二哥疯了似的扑过去却被大哥拦住,于是破口大骂:“赵阙你敢松手!那是我妹妹!那是我妹妹!”
“等等!”大哥转头问赵岭,“我来换她可以吗?你知道我官居几品,比起安颜,我对你更有利。”
赵岭看向赵阙:“可对他来说,我手里这个更重要。”
二哥还在往赵阙那边扑,大哥只好将他打晕,然后望着我,眼里似要告诉我许多话,却最终什么都没有说。我突然就懂了父亲说“从今往后,大局为重”的意义。
而赵阙始终一言不发,将箭牢牢地端在手中从未放下。
头顶上飘来赵岭的一声嗤笑。
我知道他是在笑什么,那日他问我和赵阙的关系,我说和他与谢菀一样——原来不同。
他们两情相悦,而我自作多情。
眼睛里的泪水快蓄不住了,可我偏咬着牙忍住,好像让他看见我哭,我就真的从头到尾输掉了一般。
赵阙还是松手了,他说:“安颜,我是真的爱你。”
我听见箭矢破开空气的声音,眼泪终于决堤而下。我不知道是因为面对死亡的恐惧,还是悲伤我满是谎言的爱情。

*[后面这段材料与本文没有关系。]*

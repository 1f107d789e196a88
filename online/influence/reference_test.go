package influence_test

import (
	"math"
	"testing"

	"stillwell/online/adjust"
	"stillwell/online/influence"
)

// agree compares an effect with reference values by name.
type agree struct {
	t      *testing.T
	values map[string]float64
}

func (a agree) with(name string, got float64) {
	a.t.Helper()
	want, ok := a.values[name]
	if !ok {
		a.t.Fatalf("no reference value %s", name)
	}
	near(a.t, name, got, want, 1e-9)
}

func (a agree) interval(name string, lo, hi float64, why string) {
	a.t.Helper()
	if why != "" {
		a.t.Errorf("%s: no interval: %s", name, why)
	}
	a.with(name+".low", lo)
	a.with(name+".high", hi)
}

// Values of this test: testdata/reference/reference.R, computed with R 4.2.2, survey
// 4.1-1 (svyratio, svymean), sandwich 3.0-2 (vcovHC, vcovCL) and stats (t.test).
func TestOneArmAgainstR(t *testing.T) {
	ref := agree{t, readValues(t)}
	cars := armOf(t, "", readTable(t, "mtcars.csv", "mpg", "wt"))

	e := influence.Single(meanOf(0), cars)
	ref.with("mean.value", e.Value())
	ref.with("mean.se", e.StdError())
	lo, hi, why := e.Interval(0.95)
	ref.interval("mean", lo, hi, why)

	e = influence.Single(ratioOf(0, 1), cars)
	ref.with("ratio.value", e.Value())
	ref.with("ratio.se", e.StdError())
	lo, hi, why = e.Interval(0.95)
	ref.interval("ratio", lo, hi, why)

	// A weighted mean is the ratio of the means of w y and w.
	var weighted [][]float64
	for _, r := range readTable(t, "mtcars.csv", "mpg", "cyl") {
		weighted = append(weighted, []float64{r[0] * r[1], r[1]})
	}
	e = influence.Single(ratioOf(0, 1), armOf(t, "", weighted))
	ref.with("hajek.value", e.Value())
	ref.with("hajek.se", e.StdError())
}

func TestUnitsOfManyRecordsAgainstR(t *testing.T) {
	ref := agree{t, readValues(t)}
	// Records of one earthquake are dependent: their totals are the unit's scores.
	totals := map[float64][]float64{}
	var order []float64
	for _, r := range readTable(t, "attenu.csv", "event", "accel") {
		if totals[r[0]] == nil {
			totals[r[0]] = []float64{0, 0}
			order = append(order, r[0])
		}
		totals[r[0]][0] += r[1]
		totals[r[0]][1]++
	}
	var rows [][]float64
	for _, event := range order {
		rows = append(rows, totals[event])
	}
	cell := cellOf(t, rows)
	arm := influence.NewArm("", cell, upTo(2))
	e := influence.Single(ratioOf(0, 1), &arm)
	ref.with("cluster.value", e.Value())
	ref.with("cluster.se", e.StdError())
	ref.with("cluster.cr0", e.StdError()*math.Sqrt(22./23))

	// Without event 19; computed with R 4.2.2 by direct sums.
	cell.Retract(totals[19])
	arm = influence.NewArm("", cell, upTo(2))
	e = influence.Single(ratioOf(0, 1), &arm)
	near(t, "ratio without event 19", e.Value(), 0.116798611111111, 1e-9)
	near(t, "its error, n form", e.StdError()*math.Sqrt(21./22), 0.0136740785834469, 1e-9)

	// Two records a unit, compared within it: a linear functional of both.
	sleep := readTable(t, "sleep.csv", "extra", "group")
	first, second := where(sleep, 1), where(sleep, 2)
	rows = nil
	for i := range first {
		rows = append(rows, []float64{first[i][0], second[i][0]})
	}
	within := smooth{
		func(m []float64) float64 { return m[1] - m[0] },
		func(m, dst []float64) { dst[0], dst[1] = -1, 1 },
	}
	e = influence.Single(influence.Estimate{Of: within, Shape: influence.Shape{Kind: influence.Linear}}, armOf(t, "", rows))
	ref.with("paired.value", e.Value())
	ref.with("paired.se", e.StdError())
}

func TestTwoArmsAgainstR(t *testing.T) {
	ref := agree{t, readValues(t)}
	trial := readTable(t, "anorexia.csv", "Postwt", "Treat")
	ft, cont := armOf(t, "FT", where(trial, 1)), armOf(t, "Cont", where(trial, 0))

	e := influence.Difference(meanOf(0), ft, cont)
	ref.with("difference.value", e.Value())
	ref.with("difference.se", e.StdError())
	ref.with("difference.hc2", e.StdError())
	ref.with("difference.df", e.Freedom())
	ref.with("difference.t", e.Z(0))
	lo, hi, why := e.Interval(0.95)
	ref.interval("difference", lo, hi, why)

	e = influence.Relative(meanOf(0), ft, cont)
	ref.with("lift.value", e.Value())
	ref.with("lift.se", e.StdError())
	z := 1.959963984540054 // qnorm(.975)
	lo, hi, why = e.Set(z)
	ref.interval("lift", lo, hi, why)

	cars := readTable(t, "mtcars.csv", "mpg", "wt", "am")
	manual, automatic := armOf(t, "manual", where(cars, 1)), armOf(t, "automatic", where(cars, 0))
	e = influence.Difference(ratioOf(0, 1), manual, automatic)
	ref.with("ratios.value", e.Value())
	ref.with("ratios.se", e.StdError())
	e = influence.Relative(ratioOf(0, 1), manual, automatic)
	ref.with("ratios.lift.value", e.Value())
	ref.with("ratios.lift.se", e.StdError())
	lo, hi, why = e.Set(2)
	ref.interval("ratios.lift", lo, hi, why)
}

// adjusted are arms adjusted for what stands after the scores in their rows. The first
// two are compared.
func adjusted(t *testing.T, scores int, arms ...[][]float64) []influence.Arm {
	t.Helper()
	var moments []adjust.Arm
	for i, rows := range arms {
		all := upTo(len(rows[0]))
		moments = append(moments, adjust.FromCell(string(rune('A'+i)), cellOf(t, rows), all[:scores], all[scores:]))
	}
	keep, dropped := adjust.Choose(moments[:2], scores)
	if len(dropped) > 0 {
		t.Fatalf("dropped %v", dropped)
	}
	return adjust.Means(moments, scores, keep)
}

func TestAdjustedAgainstR(t *testing.T) {
	ref := agree{t, readValues(t)}
	trial := readTable(t, "anorexia.csv", "Postwt", "Prewt", "Treat")
	arms := adjusted(t, 1, where(trial, 1), where(trial, 0))
	ref.with("lin.b1", arms[0].Slopes[0])
	ref.with("lin.b0", arms[1].Slopes[0])
	ref.with("lin.m1", arms[0].Mean[0])
	ref.with("lin.m0", arms[1].Mean[0])
	e := influence.Difference(meanOf(0), &arms[0], &arms[1])
	ref.with("lin.value", e.Value())
	ref.with("lin.se", e.StdError())
	ref.with("lin.psi.se", e.StdError())
	ref.with("lin.df", e.Freedom())

	e = influence.Relative(meanOf(0), &arms[0], &arms[1])
	ref.with("lin.lift.value", e.Value())
	ref.with("lin.lift.se", e.StdError())
	lo, hi, why := e.Set(2)
	ref.interval("lin.lift", lo, hi, why)

	cars := readTable(t, "mtcars.csv", "mpg", "wt", "hp", "am")
	arms = adjusted(t, 1, where(cars, 1), where(cars, 0))
	e = influence.Difference(meanOf(0), &arms[0], &arms[1])
	ref.with("lin2.value", e.Value())
	ref.with("lin2.se", e.StdError())
	ref.with("lin2.df", e.Freedom())

	arms = adjusted(t, 2, where(cars, 1), where(cars, 0))
	e = influence.Difference(ratioOf(0, 1), &arms[0], &arms[1])
	near(t, "difference of adjusted ratios", e.Value(), ref.values["lin.ratio.r1"]-ref.values["lin.ratio.r0"], 1e-9)
	ref.with("lin.ratio.se", e.StdError())
	e = influence.Relative(ratioOf(0, 1), &arms[0], &arms[1])
	logLift := math.Log(ref.values["lin.ratio.r1"] / ref.values["lin.ratio.r0"])
	for _, theta := range []float64{-0.2, 0, 0.5} {
		near(t, "test of an adjusted lift of ratios", e.Z(theta), (logLift-math.Log1p(theta))/ref.values["lin.ratio.log.se"], 1e-9)
	}
}

// The n form of the same variances. Published beside them: moments, values and errors
// computed with R 4.2.2, lm by arm and explicit sums over units.
func TestVarianceFormsOfAnAdjustedDifference(t *testing.T) {
	trial := readTable(t, "anorexia.csv", "Postwt", "Prewt", "Treat")
	arms := adjusted(t, 1, where(trial, 1), where(trial, 0))
	pool := arms[0].Pool
	near(t, "covariate mean", pool.Mean[0], 82.2186046511628, 1e-12)
	near(t, "covariate spread", pool.Co[0], 1245.66511627907, 1e-12)
	rss := func(a influence.Arm) float64 { return a.Cov[0] * float64(a.Units) * a.Freedom }
	near(t, "RSS 1", rss(arms[0]), 816.340828795059, 1e-12)
	near(t, "RSS 0", rss(arms[1]), 548.037256227313, 1e-12)
	n1, n0, n := 17., 26., 43.
	b1, b0 := arms[0].Slopes[0], arms[1].Slopes[0]
	near(t, "V11", rss(arms[0])/(n1*n1)+b1*b1*pool.Co[0]/(n*n), 3.38164861789457, 1e-12)
	near(t, "V00", rss(arms[1])/(n0*n0)+b0*b0*pool.Co[0]/(n*n), 0.822836232690193, 1e-12)
	near(t, "V10", b1*b0*pool.Co[0]/(n*n), -0.0821937345716679, 1e-12)

	// The same numbers through effects, which take an arm's freedom and the pool's
	// size as they are told.
	for i := range arms {
		arms[i].Cov[0] *= arms[i].Freedom / float64(arms[i].Units)
	}
	for i := range pool.Co {
		pool.Co[i] *= (n - 1) / n
	}
	ref := agree{t, readValues(t)}
	ref.with("lin.n.form", influence.Difference(meanOf(0), &arms[0], &arms[1]).StdError())
	ref.with("lin.lift.n.form", influence.Relative(meanOf(0), &arms[0], &arms[1]).StdError())
	logLift := smooth{
		func(m []float64) float64 { return math.Log(m[0]) },
		func(m, dst []float64) { dst[0] = 1 / m[0] },
	}
	e := influence.Difference(influence.Estimate{Of: logLift, Shape: influence.Shape{Kind: influence.Smooth}}, &arms[0], &arms[1])
	near(t, "log lift, n form", e.StdError(), 0.0238634382762622, 1e-9)
}

// Functionals of second-order scores: errors in n form computed with R 4.2.2 by direct
// sums of influence values over the cars.
func TestSmoothFunctionals(t *testing.T) {
	var rows [][]float64
	for _, r := range readTable(t, "mtcars.csv", "mpg", "wt") {
		x, y := r[0], r[1]
		rows = append(rows, []float64{x, y, x * x, y * y, x * y})
	}
	arm := armOf(t, "", rows)
	variance := smooth{
		func(m []float64) float64 { return m[2] - m[0]*m[0] },
		func(m, dst []float64) { clear(dst); dst[0], dst[2] = -2*m[0], 1 },
	}
	sd := smooth{
		func(m []float64) float64 { return math.Sqrt(variance.eval(m)) },
		func(m, dst []float64) {
			variance.grad(m, dst)
			for i := range dst {
				dst[i] /= 2 * math.Sqrt(variance.eval(m))
			}
		},
	}
	covariance := smooth{
		func(m []float64) float64 { return m[4] - m[0]*m[1] },
		func(m, dst []float64) { clear(dst); dst[0], dst[1], dst[4] = -m[1], -m[0], 1 },
	}
	correlation := smooth{
		func(m []float64) float64 {
			return covariance.eval(m) / math.Sqrt((m[2]-m[0]*m[0])*(m[3]-m[1]*m[1]))
		},
		func(m, dst []float64) {
			vx, vy := m[2]-m[0]*m[0], m[3]-m[1]*m[1]
			c, s := covariance.eval(m), math.Sqrt(vx*vy)
			dst[0] = -m[1]/s + c*m[0]/(vx*s)
			dst[1] = -m[0]/s + c*m[1]/(vy*s)
			dst[2] = -c / (2 * vx * s)
			dst[3] = -c / (2 * vy * s)
			dst[4] = 1 / s
		},
	}
	for _, tt := range []struct {
		what          string
		of            smooth
		value, nForms float64
	}{
		{"variance", variance, 35.188974609375, 8.34456190234589},
		{"standard deviation", sd, 5.93202955230122, 0.703347971278125},
		{"covariance", covariance, -4.95678828125, 1.20059802320607},
		{"correlation", correlation, -0.867659376517228, 0.0320780112741731},
	} {
		e := influence.Single(influence.Estimate{Of: tt.of, Shape: influence.Shape{Kind: influence.Smooth}}, arm)
		near(t, tt.what, e.Value(), tt.value, 1e-9)
		near(t, "error of the "+tt.what, e.StdError()*math.Sqrt(31./32), tt.nForms, 1e-9)
	}
}

func TestInfluenceValuesAgainstR(t *testing.T) {
	ref := agree{t, readValues(t)}
	rows := readTable(t, "mtcars.csv", "mpg", "wt")
	cell := cellOf(t, rows)
	arm := influence.NewArm("", cell, upTo(2))
	e := influence.Single(ratioOf(0, 1), &arm)
	c := e.Curve(influence.One)
	ref.with("ratio.skewness", c.Skewness(cell, upTo(2)))
	ref.with("ratio.heaviest", largestSquare(c, rows)/c.SumOfSquares(cell, upTo(2)))

	trial := readTable(t, "anorexia.csv", "Postwt", "Prewt", "Treat")
	ft, cont := where(trial, 1), where(trial, 0)
	arms := adjusted(t, 1, ft, cont)
	e = influence.Difference(meanOf(0), &arms[0], &arms[1])
	one, zero := e.Curve(influence.One), e.Curve(influence.Zero)
	ref.with("lin.skewness.ft", one.Skewness(cellOf(t, ft), upTo(2)))
	ref.with("lin.heaviest", max(largestSquare(one, ft), largestSquare(zero, cont))/(e.StdError()*e.StdError()))
}

func largestSquare(c influence.Curve, rows [][]float64) (top float64) {
	for _, z := range rows {
		top = max(top, c.At(z)*c.At(z))
	}
	return top
}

肩膀传来剧痛,想象中的死亡并没有到来——赵岭在最后一刻背过身挡住了我。
“你死了,菀儿会生气。”
赵岭死了,他看起来并不痛苦,也许他盼这一天已经盼了很久,也许他真的会和谢菀重逢,而我倒在地上,肩膀上的血把嫁衣染得更红。
东边的天快亮了,可世界最后还是沉浸于黑暗。
我再也不想醒来。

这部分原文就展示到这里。